[openstack-dev] [oslo] Can we stop global requirements update?

Mike Bayer mbayer at redhat.com
Thu May 18 19:16:20 UTC 2017



On 05/18/2017 02:37 PM, Julien Danjou wrote:
> On Thu, May 18 2017, Mike Bayer wrote:
> 
>> I'm not understanding this?  do you mean this?
> 
> In the long run, yes. Unfortunately, we're not happy with the way Oslo
> libraries are managed and too OpenStack centric. I've tried for the last
> couple of years to move things on, but it's barely possible to deprecate
> anything and contribute, so I feel it's safer to start fresh and better
> alternative. Cotyledon by Mehdi is a good example of what can be
> achieved.


here's cotyledon:

https://cotyledon.readthedocs.io/en/latest/


replaces oslo.service with a multiprocessing approach that doesn't use 
eventlet.  great!  any openstack service that rides on oslo.service 
would like to be able to transparently switch from eventlet to 
multiprocessing the same way they can more or less switch to mod_wsgi at 
the moment.    IMO this should be part of oslo.service itself.   Docs 
state: "oslo.service being impossible to fix and bringing an heavy 
dependency on eventlet, "  is there a discussion thread on that?

I'm finding it hard to believe that only a few years ago, everyone saw 
the wisdom of not re-implementing everything in their own projects and 
using a common layer like oslo, and already that whole situation is 
becoming forgotten - not just for consistency, but also when a bug is 
found, if fixed in oslo it gets fixed for everyone.

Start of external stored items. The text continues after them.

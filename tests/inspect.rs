//! `flipmend inspect` on good input: the text report, the JSON keys, open data (iris),
//! quoting and the `.npy` files that numpy itself wrote.

mod common;

use common::{fixture, flipmend, TempDir};
use serde_json::Value;

fn inspect_json(args: &[&str]) -> Value {
    let dir = TempDir::new();
    let out = dir.path("report.json").to_string_lossy().into_owned();
    let mut all = vec!["inspect"];
    all.extend_from_slice(args);
    all.extend(["--json", out.as_str()]);
    flipmend(&all).assert_ok();
    serde_json::from_str(&std::fs::read_to_string(&out).unwrap()).unwrap()
}

#[test]
fn iris_from_linfa_datasets_has_the_published_counts() {
    // UCI Iris (Fisher 1936), as shipped by the linfa-datasets crate: 150 rows,
    // 4 measurements, 3 species of 50 rows each.
    let iris = linfa_datasets::iris();
    let species = ["setosa", "versicolor", "virginica"];
    let dir = TempDir::new();
    let path = dir.path("iris.csv");
    let mut text = String::from("sepal_length,sepal_width,petal_length,petal_width,label\n");
    for (row, target) in iris.records.outer_iter().zip(iris.targets.iter()) {
        let cells: Vec<String> = row.iter().map(|v| v.to_string()).collect();
        text.push_str(&format!("{},{}\n", cells.join(","), species[*target]));
    }
    std::fs::write(&path, text).unwrap();
    let report = inspect_json(&["--data", &path.to_string_lossy()]);
    assert_eq!(report["rows"], 150);
    assert_eq!(report["features"].as_array().unwrap().len(), 4);
    let classes = report["classes"].as_array().unwrap();
    assert_eq!(classes.len(), 3);
    for (class, name) in classes.iter().zip(species) {
        assert_eq!(class["name"], name);
        assert_eq!(class["count"], 50);
        assert_eq!(class["trusted"], 0);
    }
}

#[test]
fn json_report_has_the_stable_keys() {
    let report = inspect_json(&[
        "--data",
        &fixture("good.csv"),
        "--probs",
        &fixture("probs_good.csv"),
    ]);
    for key in ["rows", "features", "classes", "ignored_columns", "warnings"] {
        assert!(report.get(key).is_some(), "missing key {key}");
    }
    assert_eq!(report["rows"], 6);
    assert_eq!(report["features"], serde_json::json!(["f1", "f2"]));
    let names: Vec<&str> = report["classes"]
        .as_array()
        .unwrap()
        .iter()
        .map(|c| c["name"].as_str().unwrap())
        .collect();
    assert_eq!(names, ["bird", "cat", "dog"]);
    assert_eq!(report["classes"][0]["trusted"], 1);
    // Agreement: rows r1..r6 have argmax cat, dog, cat, bird, dog, bird; observed
    // cat, dog, cat, bird, dog, bird → 6 of 6.
    assert_eq!(report["probabilities"]["agreement_with_observed"], 1.0);
    let mean_max = report["probabilities"]["mean_max_probability"]
        .as_f64()
        .unwrap();
    assert!((mean_max - (0.8 + 0.8 + 0.7 + 0.6 + 0.6 + 0.5) / 6.0).abs() < 1e-6);
}

#[test]
fn text_report_lists_classes_and_trusted_counts() {
    let run = flipmend(&["inspect", "--data", &fixture("good.csv")]);
    run.assert_ok();
    assert!(
        run.stdout.contains("6 rows, 3 classes, 2 features"),
        "{}",
        run.stdout
    );
    assert!(
        run.stdout.contains("trusted (3 rows audited)"),
        "{}",
        run.stdout
    );
    let cat_line = run.stdout.lines().find(|l| l.starts_with("cat")).unwrap();
    assert_eq!(
        cat_line.split_whitespace().collect::<Vec<_>>(),
        ["cat", "2", "33.33%", "1"]
    );
}

#[test]
fn npy_files_written_by_numpy_load_like_the_csv() {
    let csv = inspect_json(&[
        "--data",
        &fixture("good.csv"),
        "--probs",
        &fixture("probs_good.csv"),
    ]);
    for npy in [
        "probs_good_f64.npy",
        "probs_good_f32.npy",
        "probs_good_fortran.npy",
    ] {
        let report = inspect_json(&["--data", &fixture("good.csv"), "--probs", &fixture(npy)]);
        let (a, b) = (&csv["probabilities"], &report["probabilities"]);
        assert_eq!(
            a["agreement_with_observed"], b["agreement_with_observed"],
            "{npy}"
        );
        let diff = a["mean_max_probability"].as_f64().unwrap()
            - b["mean_max_probability"].as_f64().unwrap();
        assert!(diff.abs() < 1e-7, "{npy}: {diff}");
    }
}

#[test]
fn quoted_fields_and_tabs() {
    let run = flipmend(&["inspect", "--data", &fixture("quoted_label.csv")]);
    run.assert_ok();
    assert!(
        run.stdout.contains("b\nc"),
        "a label with a newline inside quotes: {}",
        run.stdout
    );
    let dir = TempDir::new();
    let tsv = dir.path("data.tsv");
    std::fs::write(
        &tsv,
        std::fs::read_to_string(fixture("good.csv"))
            .unwrap()
            .replace(',', "\t"),
    )
    .unwrap();
    let report = inspect_json(&["--data", &tsv.to_string_lossy()]);
    assert_eq!(report["rows"], 6);
    let semi = inspect_json(&["--data", &fixture("semicolon.csv"), "--delimiter", ";"]);
    assert_eq!(semi["rows"], 2);
}
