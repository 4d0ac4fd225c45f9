//! Coverage of the flip matrix's 90 % intervals, measured over seeds on simulations with
//! a known generating matrix (three Gaussian classes, where softmax regression is the
//! Bayes model; labels flipped by a seeded draw from T). An honest 90 % interval covers
//! about 90 % of the non-zero cells; the bounds below fail both intervals that are too
//! narrow (the row-resampling percentile interval covered about 0.84) and intervals
//! wide enough to cover everything.

mod common;

use common::{flipped_and_probabilities, gaussian_classes};
use flipmend::noise::bootstrap::bootstrap;
use flipmend::noise::{Method, Sample};
use ndarray::Array2;

#[test]
fn ninety_percent_intervals_cover_about_ninety_percent_of_the_true_cells() {
    let t = Array2::from_shape_vec(
        (3, 3),
        vec![0.75, 0.25, 0.0, 0.0, 0.8, 0.2, 0.15, 0.0, 0.85],
    )
    .unwrap();
    let names: Vec<String> = (0..3).map(|c| format!("c{c}")).collect();
    let method = Method::Joint {
        volume_weight: None,
    };
    let (mut covered, mut cells) = (0usize, 0usize);
    for seed in 0..12u64 {
        let (x, y) = gaussian_classes(1500, 3.0, 100 + seed);
        let (observed, probs) = flipped_and_probabilities(&x, &y, &t, 200 + seed);
        let rows: Vec<usize> = (0..y.len()).collect();
        let sample = Sample {
            probs: probs.view(),
            labels: &observed,
            trusted: None,
            origins: None,
            rows: &rows,
            own_probabilities: false,
        };
        let interval = bootstrap(&method, &sample, &names, 20, seed).unwrap();
        for ((&truth, &low), &high) in t.iter().zip(&interval.low).zip(&interval.high) {
            if truth > 0.0 {
                cells += 1;
                covered += usize::from(low <= truth && truth <= high);
            }
        }
    }
    let coverage = covered as f64 / cells as f64;
    eprintln!("non-zero cells covered: {covered} of {cells} ({coverage:.3})");
    assert!(
        (0.80..=0.98).contains(&coverage),
        "coverage {coverage:.3} ({covered} of {cells})"
    );
}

An increase in the scope of oslo is essential to dealing with the issue 
of "complexity" in openstack.  The state of openstack as dozens of 
individual software projects each with their own idiosyncratic quirks, 
CLIs, process and deployment models, and everything else that is visible 
to operators is ground zero for perceived operator complexity.



> 

> Though to comment on your example, oslo.db is probably the most useful
> Oslo library that Gnocchi depends on and that won't go away in a snap.